My God, It’s Full of Stars (1/7) — The Astrophysics of Star Clusters Using Python and C

Data Science Filmmaker
9 min readNov 15, 2023

--

Taking a short break from movie-making to document a project I created a few months ago. I did this mostly for fun and for learning purposes, though it may end up being of use to my former astronomy research group.

Source: https://science.nasa.gov/mission/hubble/science/universe-uncovered/hubble-star-clusters/

The bulk of my PhD dissertation in Astronomy involved using white dwarfs to determine the ages of star clusters. Star clusters are groups of stars that were all born out of the same cloud of gas and dust at approximately the same time. They are therefore the same age, have the same chemical composition, and are located the same distance from Earth. The only thing that changes from one star to another is the star’s mass, which determines the star’s color and brightness.

White dwarfs are what is left over after most stars use up all of their nuclear fuel. They are embers, no longer generating any heat of their own and slowly cooling down as the millennia pass. If you can determine how cool they are now, you can determine how long they have been cooling, and thus how old they are. If you have a bunch of white dwarfs in a star cluster, you can figure out the age of the cluster.

My dissertation used a Bayesian Markov-Chain Monte Carlo method to simultaneously fit the age, chemical composition, distance, masses of each star in a cluster (as well as a handful of other physical parameters that aren’t as relevant here). The details of this process will be covered in a later post, but what’s most salient here is that this is a very processor-intensive method. As such, and given that I was working on a single-core computer made in 2005, I did most of my coding in C. The inputs and outputs were text-based and handled with bash scripts through a terminal. Once all the data had been generated, it was post-processed, analyzed, and plotted in R.

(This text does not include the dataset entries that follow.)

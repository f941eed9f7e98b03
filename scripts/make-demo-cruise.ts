// Writes fixtures/demo/: the invented demo cruise "TS-26-04 Corrow Passage section" of the invented
// RV Tessellate — cruise.json (metadata, planned stations, team), one cast file per occupied station
// (plain CSV, and a few in the exchange format), stations.csv, planted.json and README.md.
// Everything is invented: ship, people, place names, and the water itself, which is a smooth
// analytic stratification (mixed layer, thermocline, a front, an intermediate salinity minimum,
// deep water, a dense bottom layer) with small sensor noise. Planted on purpose: single-scan
// salinity spikes and one convective overturn, so the inversion finder has known targets.
// Deterministic (seeded PRNG). Run: npx tsx scripts/make-demo-cruise.ts
import { mkdirSync, readdirSync, rmSync, writeFileSync } from 'node:fs';
import { join } from 'node:path';
import { CT_from_t } from '../shared/seawater/conversions';
import { sigma0 } from '../shared/seawater/density';
import { p_from_z } from '../shared/seawater/depth';
import { mulberry32 } from './lib/prng';

const OUT = join(import.meta.dirname, '..', 'fixtures', 'demo');
const CASTS = join(OUT, 'casts');

const prng = mulberry32;
// The main line draws from one stream; the stations added after it (the cross-line, the repeat
// shallow cast, the time-series site) from a second, so the main line's files never change.
let rand = prng(2604);
/** Roughly Gaussian noise of standard deviation sd (sum of four uniforms). */
const noise = (sd: number): number => (rand() + rand() + rand() + rand() - 2) * sd * Math.sqrt(3);

// ---- the section ---------------------------------------------------------------------------------
const PLANNED = 43;
const SKIPPED = new Map<number, string>([
  [14, 'not occupied: winch fault, station dropped to keep the schedule'],
  [29, 'not occupied: weather (swell over the operating limit)'],
  [43, 'not occupied: dropped to give the time to the Corrow Rise cross-line and the Kestrel time-series site'],
]);
const frac = (i: number): number => (i - 1) / (PLANNED - 1);
const lonOf = (x: number): number => -30 + 20 * x;
const latOf = (x: number): number => -35 + 2 * x + 0.08 * Math.sin(9 * x);
/** Bottom depth (m): deep western basin, the Corrow Rise near x = 0.55, eastern basin. */
function bottomOf(x: number): number {
  const d = 4950 - 2950 * Math.exp(-(((x - 0.55) / 0.085) ** 2)) + 180 * Math.sin(11 * x) - 300 * x;
  return Math.round(Math.min(5200, Math.max(2000, d)));
}
/** 0 west of the Tessellate Front, 1 east of it. */
const frontOf = (x: number): number => 0.5 * (1 + Math.tanh((x - 0.36) / 0.05));

type Water = { theta: number; S: number; o2: number; fl: number };

/** The invented stratification at fraction x along the section and pressure p (dbar). */
function water(x: number, p: number): Water & { mld: number } {
  const F = frontOf(x);
  const mld = 62 + 48 * F + 8 * Math.sin(13 * x);
  const Ht = 380 - 170 * F; // thermocline scale: deeper west of the front, so isopycnals tilt
  const Hs = 0.65 * Ht;
  const BL = 0.5 * (1 + Math.tanh((p - 3900) / 260)); // the dense bottom layer
  // Deep and central water: temperature falls through the central water well enough to outweigh
  // the freshening towards the salinity minimum, as it does in a stable ocean.
  const zc = 520 - 60 * F; // central-water scale, shallower east of the front
  const thetaDeep = (q: number): number =>
    1.55 + 5.2 * Math.exp(-q / 1000) + 9.5 * Math.exp(-q / zc) - 1.25 * (0.5 * (1 + Math.tanh((q - 3900) / 260)));
  const sDeep = (q: number): number =>
    34.885 -
    0.62 * Math.exp(-(((q - 900) / 480) ** 2)) * (q < 900 ? 1 : 1) +
    0.55 * Math.exp(-q / zc) * 0.55 +
    0.02 * Math.exp(-(((q - 2300) / 600) ** 2)) -
    0.035 * (0.5 * (1 + Math.tanh((q - 3900) / 260)));
  const thetaS = 22.6 - 3.8 * F;
  const sS = 36.15 - 0.65 * F;
  const gt = p <= mld ? 1 : Math.exp(-(p - mld) / Ht);
  const gs = p <= mld ? 1 : Math.exp(-(p - mld) / Hs);
  const theta = thetaDeep(p) + (thetaS - thetaDeep(mld)) * gt;
  const S = sDeep(p) + (sS - sDeep(mld)) * gs;
  void BL;
  const o2 =
    238 -
    72 * Math.exp(-(((p - 650) / 260) ** 2)) +
    14 * Math.exp(-(((p - 2400) / 700) ** 2)) -
    8 * F * Math.exp(-p / 300);
  const fl = 0.04 + (0.9 - 0.4 * F) * Math.exp(-(((p - (mld + 15)) / 25) ** 2));
  return { theta, S, o2, fl, mld };
}
/** In-situ temperature from the invented potential temperature: a smooth adiabatic correction. */
const insitu = (theta: number, p: number): number => theta + p * (6.5e-5 + 5e-9 * p) * (1 + 0.02 * theta);

const SA_of = (SP: number): number => (SP * 35.16504) / 35; // Reference Salinity; the demo needs no atlas
const sig0 = (t: number, SP: number, p: number): number => sigma0(SA_of(SP), CT_from_t(SA_of(SP), t, p));

// ---- the plants -------------------------------------------------------------------------------
// station number -> spike: pressure (dbar) and the salinity drop of one scan
const SPIKES: { station: number; p: number; dS: number }[] = [
  { station: 3, p: 1204, dS: 0.05 },
  { station: 8, p: 2416, dS: 0.08 },
  { station: 17, p: 736, dS: 0.1 },
  { station: 21, p: 1588, dS: 0.045 },
  { station: 26, p: 968, dS: 0.065 },
  { station: 33, p: 3102, dS: 0.09 },
  { station: 38, p: 1850, dS: 0.06 },
];
const OVERTURN = { station: 11, span: 30 }; // dbar, just below the mixed layer
const EXCHANGE_STATIONS = new Set([5, 20, 35]);

const stationName = (i: number): string => `CP-${String(i).padStart(2, '0')}`;

type Level = { p: number; t: number; S: number; o2: number; fl: number };
type Planted =
  | { kind: 'spike'; station: string; file: string; pressure: number; dSP: number; sigma0Drop: number }
  | { kind: 'overturn'; station: string; file: string; pTop: number; pBottom: number; sigma0Deficit: number };

function castLevels(
  i: number,
  x: number,
  bottom: number,
  lat: number,
  opts: { pStop?: number; heave?: number } = {},
): { levels: Level[]; mld: number } {
  const pBottom = Math.floor(p_from_z(-(bottom - 8 - 6 * rand()), lat) / 2) * 2;
  const pMax = opts.pStop ?? pBottom;
  const levels: Level[] = [];
  let mld = 0;
  for (let p = 2; p <= pMax; p += 2) {
    // heave: the water found at p sits that many dbar deeper (an internal wave between two casts)
    const w = water(x, Math.max(2, p - (opts.heave ?? 0)));
    mld = w.mld;
    levels.push({
      p,
      t: insitu(w.theta, p) + noise(0.0004),
      S: w.S + noise(0.00025),
      o2: w.o2 + noise(0.6),
      fl: Math.max(0, w.fl + noise(0.01)),
    });
  }
  void i;
  return { levels, mld };
}

function fmt(v: number, d: number): string {
  return v.toFixed(d);
}

function plainFile(name: string, meta: Record<string, string>, levels: Level[]): string {
  const head = Object.entries(meta).map(([k, v]) => `# ${k}: ${v}`);
  const rows = levels.map((l) => [fmt(l.p, 1), fmt(l.t, 4), fmt(l.S, 4), fmt(l.o2, 1), fmt(l.fl, 3)].join(','));
  void name;
  return (
    [
      ...head,
      'pressure [dbar],temperature [ITS-90 degC],salinity [PSS-78],oxygen [umol/kg],fluorescence [mg/m^3]',
      ...rows,
    ].join('\n') + '\n'
  );
}

function exchangeFile(st: number, when: Date, lat: number, lon: number, bottom: number, levels: Level[]): string {
  const d = when.toISOString();
  const rows = levels.map((l) => {
    const missingO2 = l.p > 200 && l.p < 212; // a sensor dropout, flagged 9
    return [
      fmt(l.p, 1),
      '2',
      fmt(l.t, 4),
      '2',
      fmt(l.S, 4),
      '2',
      missingO2 ? '-999.0' : fmt(l.o2, 1),
      missingO2 ? '9' : '2',
      fmt(l.fl, 3),
    ]
      .map((s) => s.padStart(8))
      .join(',');
  });
  return (
    [
      'CTD,20260320TSSLTE',
      '# RV Tessellate cruise TS-26-04, Corrow Passage section (invented demo data)',
      '# CTD processed on board; 2 dbar averages of the downcast',
      'NUMBER_HEADERS = 10',
      'EXPOCODE = TS2604',
      'SECT_ID = CORROW',
      `STNNBR = ${stationName(st)}`,
      'CASTNO = 1',
      `DATE = ${d.slice(0, 10).replace(/-/g, '')}`,
      `TIME = ${d.slice(11, 13)}${d.slice(14, 16)}`,
      `LATITUDE = ${lat.toFixed(4)}`,
      `LONGITUDE = ${lon.toFixed(4)}`,
      `DEPTH = ${bottom}`,
      'CTDPRS,CTDPRS_FLAG_W,CTDTMP,CTDTMP_FLAG_W,CTDSAL,CTDSAL_FLAG_W,CTDOXY,CTDOXY_FLAG_W,CTDFLUOR',
      'DBAR,,ITS-90,,PSS-78,,UMOL/KG,,MG/M^3',
      ...rows,
      'END_DATA',
    ].join('\n') + '\n'
  );
}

It was always my ambition to create a more intuitive graphical user interface that automated a lot of the command-line nonsense and allowed the user to monitor the progress of the code in real time and even make adjustments to parameters on the fly. I graduated long before that became a realistic possibility, but my group continued to utilize and improve the code in the decade since I left the field for good.

When it came time to teach myself Python and start building a data-science portfolio, this long-lost ambition seemed like a perfect project. So I spent a couple weeks on it with the intention of providing it to my former advisor if he thought it would be useful.

In this post, I will give you a rough primer on some relevant concepts in astrophysics. Future posts in this series will go through interesting bits of coding that I came across along the way, with a focus in particular on getting my new Python code to talk to my old C code.

But first, the astrophysics:

One of the most common diagnostic tools used by astronomers is the “color-magnitude diagram” (CMD). It is a plot of the brightness of a star vs its color. The CMD for a cluster of stars looks something like:

Source: https://apod.nasa.gov/apod/ap010223.html

Note that the brighter a star is, the lower (numerically) its magnitude, which is why the Y-axis is inverted. Bright (lower number) is at the top. Faint (higher number) is at the bottom. Color goes from bluer to redder, left to right.

For a simulated cluster, this diagram is relatively simple:

Since the age, chemical composition, and distance from earth are the same for every star in a cluster, the primary factor that determines where a star will land on the CMD is the star’s mass. More massive stars are brighter and bluer (upper left). Less massive stars are redder and dimmer (lower right). They form a curvy line called the “main sequence”.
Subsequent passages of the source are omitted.